(Beginning of Record extracts)

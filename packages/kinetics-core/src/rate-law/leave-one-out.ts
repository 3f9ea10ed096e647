import { isDetermined } from "./design";
import type { OrdersFit } from "./fit-orders";
import type { RateLawFit } from "./rate-law";
import { gainsOf, logRateConstantFunctional, orderFunctional } from "./uncertainty";

/**
 * The law without each run in turn, weights kept: leaving run j out is giving it an error of its own, of size
 * (Py)_j/P_jj, so a functional moves by −L·A_j (Py)_j/P_jj. Null where the run alone determines it.
 */
export function leaveOneOut(
  free: OrdersFit,
  simple: OrdersFit | null,
  species: readonly string[],
): RateLawFit["leaveOneOut"] {
  const orderMoves = species.map((_, i) => {
    const place = free.design.free.indexOf(i);
    if (place < 0) return null;
    const unit = free.design.free.map((_unused, k) => (k === place ? 1 : 0));
    return isDetermined(free.design, unit) ? moves(free, orderFunctional(free, place)) : null;
  });
  const constantMoves = simple === null ? null : moves(simple, logRateConstantFunctional(simple));
  return free.runs.map((run, j) => ({
    label: run.label,
    rateConstant:
      simple === null || constantMoves === null ? null : constantWithout(simple, constantMoves[j] ?? null),
    orders: Object.fromEntries(
      species.map((name, i) => {
        const held = free.design.held[i] ?? null;
        if (held !== null) return [name, held];
        const move = orderMoves[i]?.[j] ?? null;
        return [name, move === null ? null : (free.orders[i] ?? 0) + move];
      }),
    ),
  }));
}

/** With all orders held the level is ln k itself. */
function constantWithout(simple: OrdersFit, move: number | null): number | null {
  if (move === null) return null;
  const value = Math.exp(simple.level + move);
  return Number.isFinite(value) && value > 0 ? value : null;
}

function moves(fit: OrdersFit, functional: readonly number[]): readonly (number | null)[] {
  const gains = gainsOf(fit, functional);
  const { projected, projectionDiagonal, leverage } = fit.solution;
  const largest = Math.max(...Array.from(gains, Math.abs));
  return fit.runs.map((_, j) => {
    const gain = gains[j] ?? 0;
    if (Math.abs(gain) <= 1e-12 * largest) return 0;
    if ((leverage[j] ?? 1) > 1 - 1e-9) return null;
    return (-gain * (projected[j] ?? 0)) / (projectionDiagonal[j] ?? 1);
  });
}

(End of Record extracts)

(What the exercise asks)
Using the data above, count the lines that hold the string "orderMoves". Report the number and nothing else.

(Reply)
2